L'ouverture et l'accès libre pour éviter une certaine défiance

De plus, il existerait une rupture de confiance de la part de certains États et du public vis-à-vis de la science. Le fait que le gouvernement de Donald Trump n'ait pas nommé de scientifique pour diriger le bureau de la politique scientifique et technologique de la Maison Blanche, traditionnellement la source de conseils scientifiques pour le président, et ait laissé d'autres postes scientifiques clés sans personnel en serait le reflet.

"Cette méfiance constante de la science dont nous sommes témoins ces jours-ci est quelque chose que je n'aurais jamais cru voir. Le gouvernement du pays le plus puissant au monde refuse de nommer un conseiller scientifique en chef. C'est très sérieux", a déclaré le commissaire européen à la recherche, la science et l'innovation aux public de l'Esof 2018.

La ligne de démarcation entre la vérité et le mensonge serait en train de disparaître. 

"Dans la rue, les gens se fichent de savoir si quelque chose est vraie. Ils ne s'en soucient plus. Confondre ce qui est vrai et ce qui n'est pas vrai est probablement l'une des choses les plus dangereuses de la vie", a-t-il déploré.

Face à l'érosion de la confiance, la science doit répondre en devenant plus ouverte et plus convaincante. 

"L'édition scientifique bénéficie d'un système de paiement dans lequel l'Etat finance la plupart des recherches et doit ensuite racheter le produit fini sous forme de revues et d'accès aux bases de données. C'est scandaleux, a déclaré le commissaire. Je veux que la science soit libre d'accès et gratuite pour le lecteur."

Face à la résistance et mécontentement de certains face à l'ouverture au public des résultats scientifiques, Carlos Moedas a annoncé que la Commission européenne  proposera prochainement aux chercheurs et scientifiques de nouveaux modèles commerciaux. Des recommandations et idées seront d'ailleurs en libre accès dans un rapport rédigé par l'ancien directeur général de la DG Recherche, Robert-Jan Smits.

La science ouverte n'est pas le seule solution. Aujourd'hui plus que jamais, il n'a jamais été aussi nécessaire de présenter la science de manière passionnante et imaginative ainsi que de valoriser les personnes derrière les projets et les découvertes avec pour objectif final l'excellence européenne.

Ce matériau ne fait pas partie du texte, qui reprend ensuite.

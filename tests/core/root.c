/* The root finder on functions whose roots are known in closed form, smooth, flat and steep. */
#include "table.h"

#include "../../src/root.h"

static size_t evaluations;

static double shifted_power(double x, const void *with)
{
    const double *c = with;
    evaluations++;
    return pow(x, c[0]) - c[1];
}

static double pole(double x, const void *with)
{
    (void)with;
    return x < 0.25 ? -1 / (0.25 - x) : 1e-30 + (x - 0.25);
}

static double hollow(double x, const void *with)
{
    (void)with;
    return x == 0 ? NAN : x;
}

/* x^k = c has the root c^(1/k); the libm's power is the outside source. */
static void powers(void **state)
{
    (void)state;
    uint64_t s = 11;
    for (size_t i = 0; i < effort(2000); i++) {
        double k = (double)(1 + random_below(&s, 9)), root = exp(8 * random_normal(&s));
        double c[] = { k, pow(root, k) }, x;
        if (!isfinite(c[1]) || c[1] < 1e-300) continue;
        evaluations = 0;
        assert_int_equal(root_between(shifted_power, c, root / 7, root * 11, &x), OK);
        assert_close(x, root, 4e-16 * (2 + k));
        assert_true(evaluations < 60);
        assert_int_equal(root_between(shifted_power, c, root * 11, root / 7, &x), OK);
        assert_close(x, root, 4e-16 * (2 + k));
    }
}

static void ends(void **state)
{
    (void)state;
    double line[] = { 1, 2 }, x = 0;
    assert_int_equal(root_between(shifted_power, line, 2, 5, &x), OK);
    assert_same(x, 2);
    assert_int_equal(root_between(shifted_power, line, 0, 2, &x), OK);
    assert_same(x, 2);
    assert_int_equal(root_between(shifted_power, line, 3, 5, &x), OUT_OF_DOMAIN);
    assert_int_equal(root_between(hollow, NULL, 0, 5, &x), OUT_OF_DOMAIN);
    assert_int_equal(root_between(pole, NULL, 0, 1, &x), OK);
    assert_within(x, 0.25, 1e-15);
}

int main(void)
{
    const struct CMUnitTest tests[] = { cmocka_unit_test(powers), cmocka_unit_test(ends) };
    return cmocka_run_group_tests(tests, NULL, NULL);
}
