/* The degrees of freedom of another line would give a wrong number. */
static void df_of_named_lines(void **state)
{
    (void)state;
    struct call c = { 0 };
    pool *p = &c.pool;
    const char *matrix = "motor,property,cargo;1,0.3,0.2;0.3,1,0.1;0.2,0.1,1";
    value t = text("t"), r = cells(p, matrix), bare = cells(p, strchr(matrix, ';') + 1);
    refused("MODEL", 3, (value[]){ t, r, cells(p, "cargo,property,motor;3,4,5") }, BAD_KIND,
            "df names line 1 \"cargo\", but the matrix names it \"motor\"");
    refused("MODEL", 3, (value[]){ t, r, cells(p, "motor,,fire;3,4,5") }, BAD_KIND,
            "df names line 3 \"fire\", but the matrix names it \"cargo\"");
    const copula *m = model_of(&c, 3, (value[]){ t, r, cells(p, "Motor,property, cargo ;3,4,5") });
    assert_same(m->df[2], 5);
    model_of(&c, 3, (value[]){ t, bare, cells(p, "cargo,property,motor;3,4,5") });
    model_of(&c, 3, (value[]){ t, r, cells(p, "df;3;4;5") });
    model_of(&c, 3, (value[]){ t, r, cells(p, "df;3") });
    pool_empty(p);
}

/* A blank cell reaches a function as 0. */
static void df_of_a_blank_cell(void **state)
{
    (void)state;
    struct call c = { 0 };
    const copula *m = model_of(&c, 3, (value[]){ text("gumbel"), number(2), number(0) });
    assert_same(m->theta, 2);
    model_of(&c, 3, (value[]){ text("gaussian"), number(0.5), cells(&c.pool, "0") });
    refused("MODEL", 3, (value[]){ text("t"), number(0.5), number(0) }, OUT_OF_DOMAIN,
            "df is 0, but must be above 0 (a blank cell counts as 0)");
    refused("MODEL", 3, (value[]){ text("t"), number(0.5), cells(&c.pool, "4;0") }, OUT_OF_DOMAIN,
            "df is 0, but must be above 0 and at most 1000000000");
    refused("MODEL", 3, (value[]){ text("gumbel"), number(2), number(4) }, BAD_KIND,
            "df is given, but gumbel has no degrees of freedom");
    pool_empty(&c.pool);
}

static void every_take_can_fail(void **state)
{
    (void)state;
    for (size_t fail_at = 1;; fail_at++) {
        struct call c = { 0 };
        value in[] = { text("t"), cells(&c.pool, "motor,cargo;1,0.3;0.3,1"),
                       cells(&c.pool, "motor,cargo;4,5") };
        c.pool.fail_at = c.pool.taken + fail_at;
        call(&c, "MODEL", 3, in);
        bool failed = c.pool.taken >= c.pool.fail_at;
        pool_empty(&c.pool);
        assert_int_equal(c.s, failed ? NO_MEMORY : OK);
        if (!failed) break;
    }
}

int main(void)
{
    gsl_set_error_handler_off();                             /* as the add-in does at load */
    const struct CMUnitTest tests[] = {
        cmocka_unit_test(theta_of_a_range), cmocka_unit_test(theta_out_of_reach),
        cmocka_unit_test(theta_of_rho), cmocka_unit_test(reach_of_a_range),
        cmocka_unit_test(df_from_tail_dependence),
        cmocka_unit_test(list_of_families), cmocka_unit_test(negative_theta),
        cmocka_unit_test(greiner), cmocka_unit_test(models),
        cmocka_unit_test(layout), cmocka_unit_test(models_refused),
        cmocka_unit_test(matrices_refused), cmocka_unit_test(df_of_named_lines),
        cmocka_unit_test(df_of_a_blank_cell),
        cmocka_unit_test(every_take_can_fail),
    };
    return cmocka_run_group_tests(tests, NULL, NULL);
}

"Les équipes de scientifiques doivent être les principaux protagonistes. Si vous êtes un scientifique, vous devez être l'histoire. Le premier vol à charge solaire ne serait rien sans Bertrand Piccard. À travers Horizon Europe, nous voulons rapprocher les européens de la science et faire en sorte qu'ils en soient fiers", a annoncé Carlos Moedas.

Un programme qui débute en janvier 2021

Le début du programme Horizon Europe débutera officiellement le 1er janvier 2021 après l'acheminement de plusieurs étapes. Pour l'instant seule la proposition d'un budget de 100 milliards détaillé qui précise la ventilation des financements du programme leur répartition au sein de chaque pilier a été faite le 7 juin dernier. Horizon Europe concerne les 27 pays membres de l'Union européenne hors Royaume-Uni qui fait face au Brexit. 

Sur la totalité de la somme, 97,6 milliards d'euros proviennent du programme en lui même et les 2,4 milliards d'euros restant du d'Euratom (Communauté européenne de l'énergie atomique). Cette proposition de budget sera négociée durant l'un des nombreux rendez-vous de l'agenda d'Horizon Europe par le Conseil et le Parlement européen.

Calendrier Horizon Europe

Calendrier officiel des différentes étapes du programme Horizon Europe (Source : Ministère de l'Enseignement Supérieur, de la Recherche et de l'Innovation)

Il est également à noter que ce budget pourrait être revu à la hausse en fonction de la possible intégration d'autres pays au programme. Par ailleurs, malgré le contexte du Brexit, le Royaume-Uni a manifesté son intérêt à faire partie des pays qui participeront à Horizon Europe, une souhait qui pourrait se réaliser.

"Nous essaierons d'être le plus ouvert possible pour avoir des pays associés qui peuvent participer. Nous avons donc défini, ou redéfini un peu, nos règles en termes de pays tiers y compris bien sûr le Royaume-Uni, qui est un excellent partenaire et j'espère que nous pourrons trouver une solution. Mais l'accord est clair : tout pays doit d'abord avoir un accord global avec l'UE. C'est donc la possibilité d'avoir plus d'alliés dans nos projets de recherche et d'innovation", conclut Carlos Moedas.